Turns out pyparsing is simply not thread-safe, itself (pyparsing/pyparsing#89), and if we want to make it possible to call the parser from multiple threads we'll have to put a lock on it so that only one thread at a time can be in the parser. There's no such lock in pyparsing because, as pyparsing's lead dev @ptmcg says in that issue,
if we protect the whole of pyparsing with a lock
This is something that is more easily/cleanly done in the calling code than in pyparsing itself, especially since there are so few parse-time entry points.
The same may be true here, as well. We can possibly make dot_parser safe for multiple threads, but we'd be doing it by locking the code so that only one thread at a time can be in it. It may be easier to just not try calling it from multiple threads at the same time, because that's not going to work, and it seems there's nothing pydot can do to make that work regardless.
(The other possibility is, we could simply copy.deepcopy and reset the global top_graphs before returning it from each parse_dot_data() call, so that the results of previous parsing runs won't be impacted by any future runs. It'll slow things down slightly, but may be enough thread-safety for most users. Which is good because it's also apparently as much thread-safety as we can provide.)
We might not even need a deepcopy, a shallow copy might be sufficient come to think of it. Never mind, we're already effectively doing a shallow copy by returning list(tokens), but clearly that's not sufficient because those tokens are still references into top_graphs. (In fact, we already do reset top_graphs on each call, so the thread-safety issue must really be in the graphparser.)
Aaand, #TIL that if you copy.deepcopy a pydot.Dot object, it loses all of its instance variables!
Not sure why, yet, but clearly a bug.
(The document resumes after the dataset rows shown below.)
fn fixture(seed: u64) -> Fixture {
    let tmp = tempfile::tempdir().expect("tempdir");
    let dir = tmp.path().to_owned();
    let model = model().clone();
    let model_path = dir.join("bright.weftstyle");
    model.save(&model_path).expect("save");
    // Held-out tracks of each kind (seeds not trained on).
    let bright = dir.join("held-out-bright.wav");
    let low = dir.join("held-out-low.wav");
    write_mono_wav(&bright, &track(seed + 100, true, 12.5));
    write_mono_wav(&low, &track(seed + 101, false, 12.5));
    Fixture {
        _dir: tmp,
        dir,
        model_path,
        model,
        bright,
        low,
    }
}

fn json_of(o: &Output) -> serde_json::Value {
    serde_json::from_str(text(&o.stdout).trim()).expect("one JSON object")
}

#[test]
fn compare_reports_the_engines_closeness_reasons_and_ranges() {
    let seed = MODEL_SEED;
    let f = fixture(seed);
    let category = f.model.class_index("bright").expect("class");
    let mut means = Vec::new();
    for file in [&f.bright, &f.low] {
        let o = weft(&[
            "compare",
            path_str(file),
            "--style",
            path_str(&f.model_path),
            "--json",
            "--step",
            "5",
        ]);
        assert_eq!(
            o.status.code(),
            Some(0),
            "seed {seed:#x}: {}",
            text(&o.stderr)
        );
        let v = json_of(&o);
        assert_eq!(
            v["category"], "bright",
            "the default skips the catch-all 'rest'"
        );
        // The engine directly: style windows of hound's reading, estimated by the model.
        let windows = engine_windows(&read_mono_wav(file), WindowSpec::default());
        let closeness: Vec<f64> = windows
            .iter()
            .map(|(_, _, w)| f.model.estimate(w, category).expect("estimate").closeness()[category])
            .collect();
        let mean = closeness.iter().sum::<f64>() / closeness.len() as f64;
        let above = closeness.iter().filter(|&&c| c > 0.5).count() as f64 / closeness.len() as f64;
        let got = v["closeness"]["mean"].as_f64().expect("mean");
        assert!(
            (got - mean).abs() < 1e-9,
            "seed {seed:#x}: {got} vs engine {mean}"
        );
        assert_eq!(v["closeness"]["windows"], closeness.len());
        assert!((v["closeness"]["above_half"].as_f64().expect("above") - above).abs() < 1e-12);
        // The timeline: 12.5 s in 5-s rows, each the mean of the windows centred in it.
        let timeline = v["timeline"].as_array().expect("timeline");
        assert_eq!(timeline.len(), 3);
        for (i, step) in timeline.iter().enumerate() {
            let lo = 5.0 * i as f64;
            let inside: Vec<f64> = windows
                .iter()
                .zip(&closeness)
                .filter(|((s, e, _), _)| (lo..lo + 5.0).contains(&(0.5 * (s + e))))
                .map(|(_, c)| *c)
                .collect();
            match step["closeness"].as_f64() {
                Some(c) => {
                    assert!((0.0..=1.0).contains(&c));
                    let want = inside.iter().sum::<f64>() / inside.len() as f64;
                    assert!((c - want).abs() < 1e-9, "row {i}: {c} vs {want}");
                }
                None => assert!(inside.is_empty(), "row {i}"),
            }
        }
        // Reasons: present, phrased, ranked by total push, in the right direction.
        let lowering = v["lowering"].as_array().expect("lowering");
        let raising = v["raising"].as_array().expect("raising");
        assert!(!lowering.is_empty() || !raising.is_empty(), "no reasons");
        for r in lowering {
            assert!(r["mean_push_log_odds"].as_f64().expect("push") < 0.0);
            assert!(!r["phrase"].as_str().expect("phrase").is_empty());
        }
        for r in raising {
            assert!(r["mean_push_log_odds"].as_f64().expect("push") > 0.0);
        }
        for list in [lowering, raising] {
            let totals: Vec<f64> = list
                .iter()
                .map(|r| r["total_push_log_odds"].as_f64().expect("total").abs())
                .collect();
            assert!(totals.windows(2).all(|w| w[0] >= w[1]), "{totals:?}");
        }
        // Outside the typical range: recomputed from the model's class mean and scale.
        let class_mean = f.model.class_mean(category).expect("mean");
        let scale = f.model.scaler().scale();
        for o in v["outside"].as_array().expect("outside") {
            let name = o["feature"].as_str().expect("feature");
            let j = f
                .model
                .schema()
                .features
                .iter()
                .position(|n| n == name)
                .expect("a schema feature");
            let file_mean =
                windows.iter().map(|(_, _, w)| w[j]).sum::<f64>() / windows.len() as f64;
            let z = (file_mean - class_mean[j]) / scale[j];
            assert!(z.abs() > 1.0, "{name}: {z}");
            let got = o["distance_sd"].as_f64().expect("z");
            assert!(
                (got - z).abs() < 1e-6 * z.abs().max(1.0),
                "{name}: {got} vs {z}"
            );
        }
        means.push((mean, v["outside"].as_array().expect("outside").len()));
    }
    // The model separates the held-out kinds, and the low track is the one outside the range.
    assert!(
        means[0].0 > 0.5 && means[1].0 < 0.5,
        "seed {seed:#x}: bright {} vs low {}",
        means[0].0,
        means[1].0
    );
    assert!(
        means[1].1 > 0,
        "the low track sits outside the bright category somewhere"
    );

    // The text report says the same in words, and the plot shows the closeness.
    let plot = f.dir.join("compare.svg");
    let o = weft(&[
        "compare",
        path_str(&f.low),
        "--style",
        path_str(&f.model_path),
        "--plot",
        path_str(&plot),
    ]);
    assert_eq!(o.status.code(), Some(0), "{}", text(&o.stderr));
    let report = text(&o.stdout);
    for needle in [
        "against the category \"bright\"",
        "Closeness over time",
        "What takes it away from the category",
        "Outside the category's typical range",
        "than the category",
    ] {
        assert!(report.contains(needle), "{needle:?} missing in\n{report}");
    }
    let svg = std::fs::read_to_string(&plot).expect("svg");
    assert!(svg.contains("closeness to bright (%)") && svg.contains("unexplained"));
}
Possibly in our pickling code.
But it definitely breaks things, when pydot.Dot.create() can't find self.prog because it DOESN'T EXIST.
Edit: Yeah, changing __setstate__ to:
def __setstate__(self, state):
self.__init__(obj_dict=state)
fixes it. Turns out, the objects created when using __getstate__ and __setstate__ don't normally get __init__'ed.
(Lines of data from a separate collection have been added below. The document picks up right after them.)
impl PresenceContext {
    /// A context of `len` columns for `families` families with `atoms` atoms in all.
    pub fn new(families: usize, atoms: usize, len: usize) -> Self {
        let len = len.max(1);
        Self {
            families,
            atoms,
            atom: vec![0.0; len * atoms],
            len,
            filled: 0,
            next: 0,
            fam: vec![0.0; len * families],
            energy: vec![0.0; len],
            col_energy: vec![0.0; len],
            residual: vec![0.0; len],
            coarse: vec![0.0; len * COARSE_BANDS],
            flatness: vec![0.0; len],
            fine: vec![0.0; len * FINE_VALUES],
            features: vec![0.0; feature_count(families, atoms)],
        }
    }

    /// Columns the context holds when full.
    pub fn len(&self) -> usize {
        self.len
    }

    /// Whether no column has been pushed since the start or the last reset.
    pub fn is_empty(&self) -> bool {
        self.filled == 0
    }

    /// Forgets all columns.
    pub fn reset(&mut self) {
        self.filled = 0;
        self.next = 0;
    }

    /// Adds one column: its band energies `column`, the energy of the stacked vector it ends,
    /// the energy each atom and each family explains there under the full dictionary, the
    /// energy left unexplained and the column's fine-resolution values. Does not allocate.
    pub fn push(
        &mut self,
        column: &[f32],
        stacked_energy: f32,
        atom_energy: &[f32],
        family_energy: &[f32],
        residual: f32,
        fine: &[f32; FINE_VALUES],
    ) {
        let i = self.next;
        self.fine[i * FINE_VALUES..(i + 1) * FINE_VALUES].copy_from_slice(fine);
        self.atom[i * self.atoms..(i + 1) * self.atoms].copy_from_slice(atom_energy);
        self.energy[i] = stacked_energy;
        self.col_energy[i] = column.iter().sum();
        self.residual[i] = residual;
        self.fam[i * self.families..(i + 1) * self.families].copy_from_slice(family_energy);
        let bands = column.len();
        for g in 0..COARSE_BANDS {
            let (a, b) = (g * bands / COARSE_BANDS, (g + 1) * bands / COARSE_BANDS);
            self.coarse[i * COARSE_BANDS + g] = column[a..b.max(a)].iter().sum();
        }
        let mean = self.col_energy[i] / bands.max(1) as f32;
        self.flatness[i] = if mean > 0.0 {
            let floor = 1e-6 * mean;
            let log_mean =
                column.iter().map(|&v| (v + floor).ln()).sum::<f32>() / bands.max(1) as f32;
            (log_mean.exp() / mean).clamp(0.0, 1.0)
        } else {
            0.0
        };
        self.next = (i + 1) % self.len;
        self.filled = (self.filled + 1).min(self.len);
    }

    /// Computes the feature vector of the columns held (see the module docs). Does not
    /// allocate.
    pub fn features(&mut self) -> &[f32] {
        let f = self.families;
        let n = self.filled.max(1);
        let total: f32 = self.energy[..n].iter().sum::<f32>().max(f32::MIN_POSITIVE);
        let x = &mut self.features;
        for k in 0..f {
            let mut sum = 0.0_f32;
            let mut peak = 0.0_f32;
            for c in 0..n {
                let e = self.fam[c * f + k];
                sum += e;
                if self.energy[c] > 0.0 {
                    peak = peak.max(e / self.energy[c]);
                }
            }
            let share = (sum / total).clamp(0.0, 1.0);
            x[k] = share;
            x[f + k] = share.sqrt();
            x[2 * f + k] = peak.clamp(0.0, 1.0);
        }
        let o = 3 * f;
        for k in 0..self.atoms {
            let s: f32 = (0..n).map(|c| self.atom[c * self.atoms + k]).sum();
            x[o + k] = (s / total).clamp(0.0, 1.0).sqrt();
        }
        let o = o + self.atoms;
        let col_total: f32 = self.col_energy[..n]
            .iter()
            .sum::<f32>()
            .max(f32::MIN_POSITIVE);
        for g in 0..COARSE_BANDS {
            let s: f32 = (0..n).map(|c| self.coarse[c * COARSE_BANDS + g]).sum();
            x[o + g] = (s / col_total + 1e-7).log10();
        }
        let o = o + COARSE_BANDS;
        let mean_e = col_total / n as f32;
        for g in 0..COARSE_BANDS {
            let mut m = 0.0_f32;
            let mut m2 = 0.0_f32;
            for c in 0..n {
                let e = self.coarse[c * COARSE_BANDS + g];
                let l = (e + 1e-6 * mean_e + f32::MIN_POSITIVE).log10();
                m += l;
                m2 += l * l;
            }
            let m = m / n as f32;
            x[o + g] = (m2 / n as f32 - m * m).max(0.0).sqrt();
        }
        let o = o + COARSE_BANDS;
        let r: f32 = self.residual[..n].iter().sum();
        x[o] = (r / total).clamp(0.0, 1.0);
        let fl: f32 = (0..n).map(|c| self.flatness[c] * self.col_energy[c]).sum();
        x[o + 1] = (fl / col_total).clamp(0.0, 1.0);
        // Fine-resolution values: mean and standard deviation over the columns that held a
        // signal.
        let o = o + 2;
        let voiced = (0..n).filter(|&c| self.col_energy[c] > 0.0).count().max(1) as f32;
        for k in 0..FINE_VALUES {
            let (mut m, mut m2) = (0.0_f32, 0.0_f32);
            for c in (0..n).filter(|&c| self.col_energy[c] > 0.0) {
                let v = self.fine[c * FINE_VALUES + k];
                m += v;
                m2 += v * v;
            }
            let m = m / voiced;
            x[o + k] = m;
            x[o + FINE_VALUES + k] = (m2 / voiced - m * m).max(0.0).sqrt();
        }
        let o = o + 2 * FINE_VALUES;
        // Taken out and put back (no allocation) so `movement` can read the ring.
        let mut x = std::mem::take(&mut self.features);
        self.movement(&mut x[o..o + MOVEMENT_VALUES * f], total / n as f32);
        self.features = x;
        &self.features
    }

    /// The per-family movement values (see the module docs) into `out` (`3 F` values: the
    /// standard deviations, then the shares at the onsets, then the mean log changes);
    /// `mean_energy` is the mean stacked energy of the columns, the scale of the floor that
    /// keeps the logarithms finite (so no gain changes them).
    fn movement(&self, out: &mut [f32], mean_energy: f32) {
        let f = self.families;
        let n = self.filled.max(1);
        // The ring's columns oldest first.
        let start = if self.filled < self.len { 0 } else { self.next };
        let at = |j: usize| (start + j) % self.len;
        let floor = 1e-3 * mean_energy + f32::MIN_POSITIVE;
        let mut rise_total = 0.0_f32;
        for j in 1..n {
            rise_total += (self.col_energy[at(j)] - self.col_energy[at(j - 1)]).max(0.0);
        }
        for k in 0..f {
            let (mut m, mut m2, mut onset, mut change) = (0.0_f32, 0.0_f32, 0.0_f32, 0.0_f32);
            for j in 0..n {
                let c = at(j);
                let e = self.fam[c * f + k];
                let s = if self.energy[c] > 0.0 {
                    (e / self.energy[c]).clamp(0.0, 1.0)
                } else {
                    0.0
                };
                m += s;
                m2 += s * s;
                if j > 0 {
                    let p = at(j - 1);
                    onset += (self.col_energy[c] - self.col_energy[p]).max(0.0) * s;
                    let before = self.fam[p * f + k];
                    change += ((e + floor) / (before + floor)).log10().abs();
                }
            }
            let mean = m / n as f32;
            out[k] = (m2 / n as f32 - mean * mean).max(0.0).sqrt();
            out[f + k] = if rise_total > 0.0 {
                (onset / rise_total).clamp(0.0, 1.0)
            } else {
                mean
            };
            out[2 * f + k] = change / (n - 1).max(1) as f32;
        }
    }
}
...While that fixes it, it isn't the correct fix, because it means that a copied Dot object's instance variables (prog, shape_files, and formats) will get reset to default when copied/pickled.
Turns out top_graphs doesn't need to be global at all. #404 eliminates it, with no ill effects. (However, this WON'T overcome pyparsing's lack of thread safety and magically make dot_parser thread safe.)
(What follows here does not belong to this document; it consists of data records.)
/// Sample rate of the poison cases, Hz.
const RATE_HZ: f64 = 48_000.0;
/// The window the analysis must recover within, seconds (the style window).
const WINDOW_S: f64 = 3.0;
/// Seed of the clean signal; printed with every failure.
const SEED: u64 = 0x9015_0000_0008;
/// Block size the signals are fed in, samples (odd, so blocks and frames never line up).
const BLOCK: usize = 4_999;
/// Hops per alignment unit: the clean tail starts at a multiple of this many hops, so that the
/// poisoned and the fresh analyzer cut frames and share columns at the same places (60 is a
/// multiple of every column length of 1–6 hops).
const ALIGN_HOPS: usize = 60;
/// Level difference allowed after recovery, dB (both analyzers see the same samples).
const LEVEL_TOLERANCE_DB: f32 = 1e-3;
/// Relative difference allowed on descriptors after recovery (same samples, same arithmetic).
const DESCRIPTOR_TOLERANCE: f32 = 1e-3;
/// Absolute difference allowed on shares between two analyzers that have seen the same audio
/// for a window (`shares_forget_their_history_within_one_window`).
const SHARE_TOLERANCE: f32 = 0.02;
/// Difference allowed on the mean explained share (1 − *unexplained*) after the poison against
/// a fresh analyzer: a dictionary stuck at zero would explain nothing.
const EXPLAINED_TOLERANCE: f32 = 0.1;
/// Largest error on the sum of shares and *unexplained*.
const SUM_TOLERANCE: f32 = 1e-3;
/// Seconds of silence fed before the loud part of the long-silence case. The issue names an
/// hour; silence takes the whole per-frame path (FFT, descriptors, columns) and measured
/// 0.15 s of CPU per second of audio in the test profile (opt-level 1; 89 s of CPU for 600 s,
/// 274 s of wall time on the shared 2-core machine), so an hour would take minutes. Nothing in
/// the analysis accumulates over silent frames except integer counters (frame and column
/// indices, u64) and times computed from them, so 30 s (2 800 frames, 560 share columns)
/// exercises the same path in a few seconds; hours of audio run through the plugin in
/// `cargo xtask soak`.
const SILENCE_S: f64 = 30.0;

fn analyzer() -> Analyzer {
    let settings = AnalysisSettings::for_sample_rate(RATE_HZ)
        .unwrap_or_else(|err| panic!("{RATE_HZ} Hz: {err}"));
    Analyzer::with_palette(
        settings,
        &Palette::default_palette(),
        SharesSettings::default(),
    )
    .unwrap_or_else(|err| panic!("the built-in palette at {RATE_HZ} Hz: {err}"))
}

fn hop() -> usize {
    analyzer().settings().framing.hop_len
}

/// A seeded stand-in for music: a bass line, a chord of harmonic tones, noise bursts (hats)
/// and decaying clicks (kicks), peak about `peak`.
fn music(seed: u64, n: usize, peak: f32) -> Vec<f32> {
    let mut rng = SmallRng::seed_from_u64(seed);
    let beat = (0.25 * RATE_HZ) as usize;
    let mut x = vec![0.0_f32; n];
    let mut bass_hz = 55.0;
    let mut chord_hz = [220.0, 277.2, 329.6];
    for (i, v) in x.iter_mut().enumerate() {
        if i % (8 * beat) == 0 {
            bass_hz = 55.0 * 2f64.powf(f64::from(rng.gen_range(0..12)) / 12.0);
            let root = 220.0 * 2f64.powf(f64::from(rng.gen_range(0..12)) / 12.0);
            chord_hz = [root, root * 1.26, root * 1.5];
        }
        let t = i as f64 / RATE_HZ;
        let in_beat = (i % beat) as f64 / RATE_HZ;
        let mut s = 0.3 * (TAU * bass_hz * t).sin();
        for f in chord_hz {
            for h in 1..5 {
                s += 0.08 / f64::from(h) * (TAU * f * f64::from(h) * t).sin();
            }
        }
        if (i / beat) % 2 == 1 {
            s += 0.15 * rng.gen_range(-1.0..1.0) * (-in_beat * 40.0).exp();
        }
        s += 0.5 * (TAU * 60.0 * in_beat).sin() * (-in_beat * 25.0).exp();
        *v = s as f32;
    }
    let max = x.iter().fold(0.0_f32, |m, v| m.max(v.abs()));
    x.iter_mut().for_each(|v| *v *= peak / max);
    x
}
(The deepcopy digression was a dead end — you can't deepcopy frozendicts, by design. So that went nowhere. But it wasn't necessary anyway, and I'm glad I tried it because it exposed the broken copying/pickling of pydot.Dot objects.)
Well, if pyparsing did not set a lock beacuse
This is something that is more easily/cleanly done in the calling code than in pyparsing itself, especially since there are so few parse-time entry points.
Then we can take the same position. parse_dot_data is the only dangerous place and we could just strongly annotate the fact that the function is not thread-safe.
Reopening, as I'm hopeful that #497 can result in a thread-safe Pydot after all.